Longarm soberly asked, “What’s on his yellow sheets that may not sound really serious?”
Pronto Cross shrugged and said, “Put a man in a Chicago hospital with his fists back in ‘76. Busted the arm of a blacksmith down in Ogallala just after he came out our way. In both cases the victims are said to have insulted his late wife. You’ve likely noticed old Ramsay runs to size, and still does a lot of heavy work alongside his hired help. I’d approach him polite if I was going to ask him about the Aces and Eights, pard.”

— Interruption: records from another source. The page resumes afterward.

/*
** io/csv.c -- placeholder until the csv format lands.
*/
#include "ioInt.h"

static const char *const csv_ext[] = {".csv-unbuilt", NULL};
static st_status csv_wopen(st_writer *w) { return st_writer_fail(w, ST_ERR_USAGE, "csv writing is not built yet"); }
static st_status csv_begin(st_writer *w, const char *n, const st_fields *f, st_geom_type t) { (void)w; (void)n; (void)f; (void)t; return ST_ERR_USAGE; }
static st_status csv_write(st_writer *w, const st_feature *f) { (void)w; (void)f; return ST_ERR_USAGE; }
static st_status csv_end(st_writer *w) { (void)w; return ST_ERR_USAGE; }
static st_status csv_finish(st_writer *w) { (void)w; return ST_ERR_USAGE; }
static void csv_discard(st_writer *w) { (void)w; }
const st_writer_format st_csv_writer_format = {"csv", csv_ext, 0, csv_wopen, csv_begin, csv_write, csv_end, csv_finish, NULL, csv_discard};
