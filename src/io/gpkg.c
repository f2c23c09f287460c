/*
** io/gpkg.c -- placeholder until the gpkg format lands.
*/
#include "ioInt.h"

static int gpkg_probe(const char *path) { (void)path; return 0; }
static st_status gpkg_open(st_reader *r) { return st_reader_fail(r, ST_ERR_FORMAT, -1, "gpkg reading is not built yet"); }
static st_status gpkg_next(st_reader *r, st_feature **out) { (void)r; *out = NULL; return ST_OK; }
static void gpkg_close(st_reader *r) { (void)r; }
const st_reader_format st_gpkg_reader_format = {"gpkg", gpkg_probe, gpkg_open, gpkg_next, gpkg_close};

static const char *const gpkg_ext[] = {".gpkg-unbuilt", NULL};
static st_status gpkg_wopen(st_writer *w) { return st_writer_fail(w, ST_ERR_USAGE, "gpkg writing is not built yet"); }
static st_status gpkg_begin(st_writer *w, const char *n, const st_fields *f, st_geom_type t) { (void)w; (void)n; (void)f; (void)t; return ST_ERR_USAGE; }
static st_status gpkg_write(st_writer *w, const st_feature *f) { (void)w; (void)f; return ST_ERR_USAGE; }
static st_status gpkg_end(st_writer *w) { (void)w; return ST_ERR_USAGE; }
static st_status gpkg_finish(st_writer *w) { (void)w; return ST_ERR_USAGE; }
static void gpkg_discard(st_writer *w) { (void)w; }
const st_writer_format st_gpkg_writer_format = {"gpkg", gpkg_ext, 0, gpkg_wopen, gpkg_begin, gpkg_write, gpkg_end, gpkg_finish, NULL, gpkg_discard};
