/*
** io/ioInt.h -- private interface between the generic reader/writer code
** (io/reader.c, io/writer.c) and one file per format.
**
** A format is a table of functions. Adding a format means one new .c file
** with a table, and one line in the list in reader.c or writer.c.
*/
#ifndef STOCKTAKE_IO_INT_H
#define STOCKTAKE_IO_INT_H

#include "stocktake/io.h"

typedef struct st_reader_format {
    const char *name;
    /* 1 if this format reads 'path' (decided by extension or content). */
    int (*probe)(const char *path);
    /* Open r->path (and r->layer_request); fill r->fields, r->crs_def,
    ** r->count_hint, r->schema_fixed, r->layer_name; set r->impl. */
    st_status (*open)(st_reader *r);
    /* Produce the next feature in the source CRS, or *out = NULL at end.
    ** The generic code reprojects and numbers it. */
    st_status (*next)(st_reader *r, st_feature **out);
    /* Free r->impl (called once, also after a failed open). */
    void (*close)(st_reader *r);
} st_reader_format;

struct st_reader {
    const st_reader_format *fmt;
    char *path;              /* file path, owned */
    char *layer_request;     /* "layer" part of "file.gpkg:layer", owned or NULL */
    char *layer_name;        /* owned, set by open */
    st_read_options opt;
    st_diags *diags;         /* borrowed */
    st_fields fields;
    int schema_fixed;
    char *crs_def;           /* owned; as found in the file, NULL if none */
    st_crs_transform *xform; /* NULL: already lon/lat WGS 84 */
    char *crs_name;          /* owned */
    long long count_hint;
    long long bytes_done, bytes_total;
    uint64_t next_index;
    void *impl;
};

typedef struct st_writer_format {
    const char *name;
    const char *const *extensions;   /* NULL-terminated, lowercase, with dot */
    int multi_layer;
    st_status (*open)(st_writer *w);                 /* create w->tmp_path */
    st_status (*begin_layer)(st_writer *w, const char *name,
                             const st_fields *fields, st_geom_type type);
    st_status (*write)(st_writer *w, const st_feature *f);
    st_status (*end_layer)(st_writer *w);
    /* Flush and close the temporary file(s); release w->impl and set it
    ** to NULL, also on failure. */
    st_status (*finish)(st_writer *w);
    /* Rename temporary file(s) into place; NULL: rename tmp_path to path. */
    st_status (*commit)(st_writer *w);
    /* Close and delete temporary file(s) after a failure; free w->impl.
    ** Also called after a successful finish() whose commit failed: then
    ** w->impl is NULL and only leftover temporary files are removed. */
    void (*discard)(st_writer *w);
} st_writer_format;

struct st_writer {
    const st_writer_format *fmt;
    char *path;              /* final path, owned */
    char *tmp_path;          /* temporary path in the same folder, owned */
    st_diags *diags;         /* borrowed */
    st_buf notes;            /* what the format changed, one line each */
    int layers_begun;
    int in_layer;
    int finished;            /* finish() returned OK: impl released */
    int committed;
    void *impl;
};

extern const st_reader_format st_shp_reader_format;
extern const st_reader_format st_geojson_reader_format;
extern const st_reader_format st_geojsonl_reader_format;
extern const st_reader_format st_gpkg_reader_format;

extern const st_writer_format st_gpkg_writer_format;
extern const st_writer_format st_geojson_writer_format;
extern const st_writer_format st_geojsonl_writer_format;
extern const st_writer_format st_csv_writer_format;
extern const st_writer_format st_shp_writer_format;

/* Shared helpers for formats. */
/* Diagnostic about the reader's file at feature 'index' (-1: none). */
st_status st_reader_fail(st_reader *r, st_status code, long long index,
                         const char *fmt, ...) ST_PRINTF(4, 5);
st_status st_writer_fail(st_writer *w, st_status code, const char *fmt, ...)
    ST_PRINTF(3, 4);
/* Lowercase extension of path including the dot ("" if none); borrowed
** pointer into path. */
const char *st_path_ext(const char *path);
/* Returns owned file stem ("dir/a.b.shp" -> "a.b"). */
char *st_path_stem(const char *path);

#endif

Longarm shrugged and said, “Ain’t my row to hoe. Up to the township to decide such matters. In the lawful manner, I mean. What have you got here, the usual mayor and board of aldermen handing out business permits for a nominal fee?”
Cross nodded and said that was about the size of it, adding that the county council collected the property taxes. A hot and dusty-looking younger gent was coming their way up the walk now. As he approached he wearily called out, “You must have seen two pistol-packing ghosts, Boss. I’ve been all over this fool town and not another soul seems to have seen hide nor hair of your mysterious strangers!”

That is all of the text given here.